Work instructions => Output nothing but the lines from the first line of the entries to the line with "from django.test import Client", inclusive, exactly as they read.

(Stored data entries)
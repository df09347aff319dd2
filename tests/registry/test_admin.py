"""The admin as an LSO uses it: every model listed, filters, search, inline emissions,
history pages, and no delete button on retained records."""
from __future__ import annotations

import pytest
from django.apps import apps
from django.contrib import admin
from django.test import Client
from django.urls import reverse

from hazards.limits import LIMIT_SETS
from registry.models import Authorization, Laser, Person
from registry.services import person_create
from tests import factories

pytestmark = pytest.mark.django_db


@pytest.fixture
def lso_client(client: Client) -> Client:
    lso = person_create(username="holloway", role="lso", password="demo-pass-1")
    client.force_login(lso.user)
    return client


@pytest.fixture
def inspector_client(client: Client) -> Client:
    inspector = person_create(username="abbott", role="inspector")
    client.force_login(inspector.user)
    return client


def _changelist(model: type) -> str:
    return reverse(f"admin:registry_{model._meta.model_name}_changelist")


REGISTERED = [model for model in admin.site._registry if model._meta.app_label == "registry"]


def test_every_registry_model_has_an_admin() -> None:
    models = {model for model in apps.get_app_config("registry").get_models()
              if not model.__name__.startswith("Historical")}
    assert models == set(REGISTERED)


@pytest.mark.parametrize("model", REGISTERED, ids=[model.__name__ for model in REGISTERED])
def test_an_lso_can_open_every_list(lso_client: Client, model: type) -> None:
    response = lso_client.get(_changelist(model))
    assert response.status_code == 200
    assert response.context["cl"].model is model


def test_lasers_filter_by_class_status_location_and_owner(lso_client: Client) -> None:
    owner = factories.PersonFactory.create(role="researcher")
    room = factories.LocationFactory.create()
    wanted = factories.LaserFactory.create(labelled_class="4", status="active", owner=owner, location=room)
    factories.LaserFactory.create(labelled_class="3B", status="active")
    factories.LaserFactory.create(labelled_class="4", status="in_storage", owner=owner, location=room)
    response = lso_client.get(_changelist(Laser), {"labelled_class": "4", "status": "active",
                                                   "location__id__exact": room.pk, "owner__id__exact": owner.pk})
    assert response.status_code == 200
    assert list(response.context["cl"].result_list) == [wanted]


@pytest.mark.parametrize("term_of", [lambda laser: laser.asset_tag, lambda laser: laser.model_name,
                                     lambda laser: laser.serial_number])
def test_lasers_are_found_by_asset_tag_model_or_serial(lso_client: Client, term_of: object) -> None:
    wanted = factories.LaserFactory.create(model_name="Tessaline 80", serial_number="CP-4471")
    factories.LaserFactory.create(model_name="Other", serial_number="ZZ-0001")
    response = lso_client.get(_changelist(Laser), {"q": term_of(wanted)})  # type: ignore[operator]
    assert list(response.context["cl"].result_list) == [wanted]


def test_the_laser_page_shows_its_emissions_inline_and_no_delete(lso_client: Client) -> None:
    emission = factories.EmissionFactory.create(label="second harmonic")
    response = lso_client.get(reverse("admin:registry_laser_change", args=[emission.laser.pk]))
    assert response.status_code == 200
    assert "second harmonic" in response.content.decode()
    assert [formset.opts.model.__name__ for formset in response.context["inline_admin_formsets"]] == ["Emission"]
    assert response.context["has_delete_permission"] is False


def test_the_laser_history_page_lists_each_change(lso_client: Client) -> None:
    laser = factories.LaserFactory.create(status="active")
    laser.status_note = "Moved"
    laser.save()
    response = lso_client.get(reverse("admin:registry_laser_history", args=[laser.pk]))
    assert response.status_code == 200
    assert len(response.context["page_obj"].object_list) == 2
    assert response.context["page_obj"].object_list[0].status_note == "Moved"


def test_an_inspector_can_read_but_not_change(inspector_client: Client) -> None:
    laser = factories.LaserFactory.create()
    assert inspector_client.get(_changelist(Laser)).status_code == 200
    response = inspector_client.post(reverse("admin:registry_laser_change", args=[laser.pk]),
                                     {"asset_tag": "HACKED"})
    assert response.status_code == 403
    laser.refresh_from_db()
    assert laser.asset_tag != "HACKED"


def test_a_laser_user_has_no_admin_access(client: Client) -> None:
    user = factories.PersonFactory.create(role="user")
    client.force_login(user.user)
    response = client.get(_changelist(Laser))
    assert response.status_code == 302
    assert Person.objects.count() == 1


def test_the_approve_action_runs_the_review_and_reports_refusals(lso_client: Client) -> None:
    ready = factories.LaserFactory.create(status="pending_review")
    factories.HazardResultFactory.create(emission=factories.EmissionFactory.create(laser=ready))
    empty = factories.LaserFactory.create(status="pending_review")
    response = lso_client.post(_changelist(Laser), {"action": "approve_registrations",
                                                    "_selected_action": [ready.pk, empty.pk]}, follow=True)
    texts = [str(message) for message in response.context["messages"]]
    assert f"{empty}: {empty.asset_tag} has no emission; add its beam parameters first." in texts
    assert "Lasers approved: 1." in texts
    ready.refresh_from_db()
    empty.refresh_from_db()
    assert (ready.status, empty.status) == ("active", "pending_review")


def test_the_authorization_action_refuses_missing_prerequisites(lso_client: Client) -> None:
    request = factories.AuthorizationFactory.create()
    response = lso_client.post(_changelist(Authorization), {"action": "approve_requests",
                                                            "_selected_action": [request.pk]}, follow=True)
    texts = [str(message) for message in response.context["messages"]]
    assert any("has no valid general laser safety training" in text for text in texts)
    request.refresh_from_db()
    assert request.status == "requested"


def test_emissions_saved_in_the_admin_are_assessed(lso_client: Client) -> None:
    emission = factories.EmissionFactory.create()
    assert not emission.hazard_results.exists()
    response = lso_client.post(reverse("admin:registry_emission_change", args=[emission.pk]), {
        "laser": emission.laser.pk, "label": "output", "wavelength_m": "5.32e-07", "temporal_mode": "cw",
        "average_power_W": "0.02", "beam_diameter_m": "0.001", "diameter_definition": "1/e2",
        "divergence_rad": "0.001", "source_size_rad": "0",
    })
    assert response.status_code == 302
    emission.refresh_from_db()
    assert emission.average_power_W == 0.02
    assert emission.hazard_results.count() == len(LIMIT_SETS)


def test_the_admin_is_headed_as_the_pages_name_it(lso_client: Client) -> None:
    page = lso_client.get("/admin/").content.decode()
    assert "Beamkeeper back office" in page
    assert "Django administration" not in page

Answer area =>
repository df09347aff319dd2
filename tests/registry/test_admin.py
"""The admin as an LSO uses it: every model listed, filters, search, inline emissions,
history pages, and no delete button on retained records."""
from __future__ import annotations

import pytest
from django.apps import apps
from django.contrib import admin
from django.test import Client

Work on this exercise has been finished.